Hash-Based Identification
When you begin a visit with Open Data Capture, you must first chose your identification method. If you select the “Personal Information” option, you will need to complete a form with the following fields:
- First Name
- Last Name
- Sex at Birth
- Date of Birth
These data are used to compute a unique ID using a one-way hashing function to compute this ID. This method that is currently employed by the NIH for a similar purpose.
What is a Hash?
A hash function is a mathematical function that takes an input and returns a fixed-size string of characters, which is typically a hexadecimal number. The same input will always produce the same output, but even a small change to the input will produce a very different output.
In our case, we use an algorithm called SHA-256 which creates a 256-bit (32-byte) hash value.

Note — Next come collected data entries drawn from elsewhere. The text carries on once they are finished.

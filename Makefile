# widgetkit: the two commands of the README, and a few for developers.
#   make demo   set up .venv with what the demo needs and open the quick-start notebook
#   make test   set up .venv with the test tools too and run the whole test suite
# Both work as root (most containers) and as an ordinary user: as root, `widgetkit demo`
# passes Jupyter's --allow-root itself and says so in one line.
PYTHON ?= python3
VENV   ?= .venv
BIN    := $(VENV)/bin
# one stamp per set of extras, so `make demo` never installs the test tools
DEMO_STAMP := $(VENV)/.installed-demo
TEST_STAMP := $(VENV)/.installed-test
DEV_STAMP  := $(VENV)/.installed-dev

.PHONY: demo test setup lint bench clean

$(BIN)/python:
	$(PYTHON) -m venv $(VENV)
	$(BIN)/python -m pip install --quiet --upgrade pip

$(DEMO_STAMP): pyproject.toml | $(BIN)/python
	$(BIN)/python -m pip install --quiet -e .
	touch $@

$(TEST_STAMP): pyproject.toml | $(BIN)/python
	$(BIN)/python -m pip install --quiet -e ".[test]"
	touch $@ $(DEMO_STAMP)

$(DEV_STAMP): pyproject.toml | $(BIN)/python
	$(BIN)/python -m pip install --quiet -e ".[test,dev]"
	touch $@ $(TEST_STAMP) $(DEMO_STAMP)

setup: $(DEV_STAMP)

demo: $(DEMO_STAMP)
	$(BIN)/widgetkit demo $(DEMO_ARGS)

# pytest exits 5 when it collects no test; that is not a failure of the suite itself
test: $(TEST_STAMP)
	$(BIN)/python -m pytest --nbval-lax tests sample_notebooks; rc=$$?; [ $$rc -eq 5 ] && rc=0; exit $$rc

lint: $(DEV_STAMP)
	$(BIN)/ruff check widgetkit tests benchmarks

bench: $(DEMO_STAMP)
	$(BIN)/python benchmarks/run_all.py

clean:
	rm -rf $(VENV) .pytest_cache build dist *.egg-info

This is considered a “strong” hash function because it’s computationally infeasible to produce two different messages that have the same hash value (collision resistance) and it’s also computationally infeasible to recreate the original message from its hash value (pre-image resistance). For reference, the total number of possible combinations is 1.158 x 10^77, which is a value that approaches the estimated number of atoms in the observable universe, which ranges from 10^78 to 10^82.
Example
To illustrate how this process works, suppose we have the following information:
Variable Name | Value |
---|---|
First Name | René |
Last Name | Tremblay |
Date of Birth | 1980-01-01 |
Sex | female |
Before adding this information to our database, we thoroughly validate and process the provided inputs. Specifically, we standardize the format of first and last names by converting any accented Latin characters to their non-accented ASCII equivalent and capitalizing all characters. Non-Latin characters are not accepted and the user must provide a Latin representation of the name. Additionally, we verify that the date of birth adheres to the ISO 8601 standard and that the sex field is accurately filled with “male” or “female”.

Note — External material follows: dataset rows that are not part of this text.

#include "io/detail/map_groups.hpp"

#include <algorithm>
#include <cmath>
#include <regex>

#include "engine/error.hpp"
#include "io/detail/h5_json.hpp"

namespace unfurl::io::detail {
namespace {

using nlohmann::json;

[[noreturn]] void bad(const H5Reader& in, const std::string& object, const std::string& what) {
  throw DataError(in.path().string() + ": " + object + ": " + what);
}

void write_with_meaning(H5Writer& out, const std::string& path, const std::string& meaning) {
  out.set_string_attribute(path, "meaning", meaning);
}

template <class T>
void write_vector(H5Writer& out, const std::string& path, const std::vector<T>& values,
                  const std::string& meaning) {
  out.write(path, values, {values.size()});
  write_with_meaning(out, path, meaning);
}

void write_scalar(H5Writer& out, const std::string& path, double value, const json& attributes) {
  out.write(path, std::vector<double>{value}, {});
  write_json_attributes(out, path, attributes);
}

// An attribute of a map dataset read back from JSON: DataError naming it when it is missing
// or of another type.
template <class T>
T attribute(const H5Reader& in, const std::string& object, const json& attrs,
            const std::string& name) {
  if (!attrs.contains(name)) bad(in, object, "no attribute '" + name + "'");
  try {
    return attrs.at(name).get<T>();
  } catch (const json::exception&) {
    bad(in, object, "attribute '" + name + "' is " + attrs.at(name).dump());
  }
}

// A list attribute: h5_json stores an empty list as the JSON text "[]".
template <class T>
std::vector<T> list_attribute(const H5Reader& in, const std::string& object, const json& attrs,
                              const std::string& name) {
  const json* v = attrs.contains(name) ? &attrs.at(name) : nullptr;
  if (v && v->is_string() && v->get<std::string>() == "[]") return {};
  if (v && v->is_number()) return {attribute<T>(in, object, attrs, name)};  // one element
  if (!v || !v->is_array()) bad(in, object, "attribute '" + name + "' is not a list");
  return attribute<std::vector<T>>(in, object, attrs, name);
}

If the inputs appear to be valid, the inputs are concatenated together alongside a private key, which is an additional string of characters that is stored in the memory of our server. This is done to prevent an adversary from determining if an individual is in the database, in the unlikely event of a data breach.
Input | RENE_TREMBLAY_1980-01-01_female_FOO |
Output | 70c7a252fe82c829c08a8f26377dc600c18966eff2a294e724863480559561fc |
This output is used as the identifier for René Tremblay. Her first and last name are not entered into the database, and we store her date of birth and sex, alongside her identifier.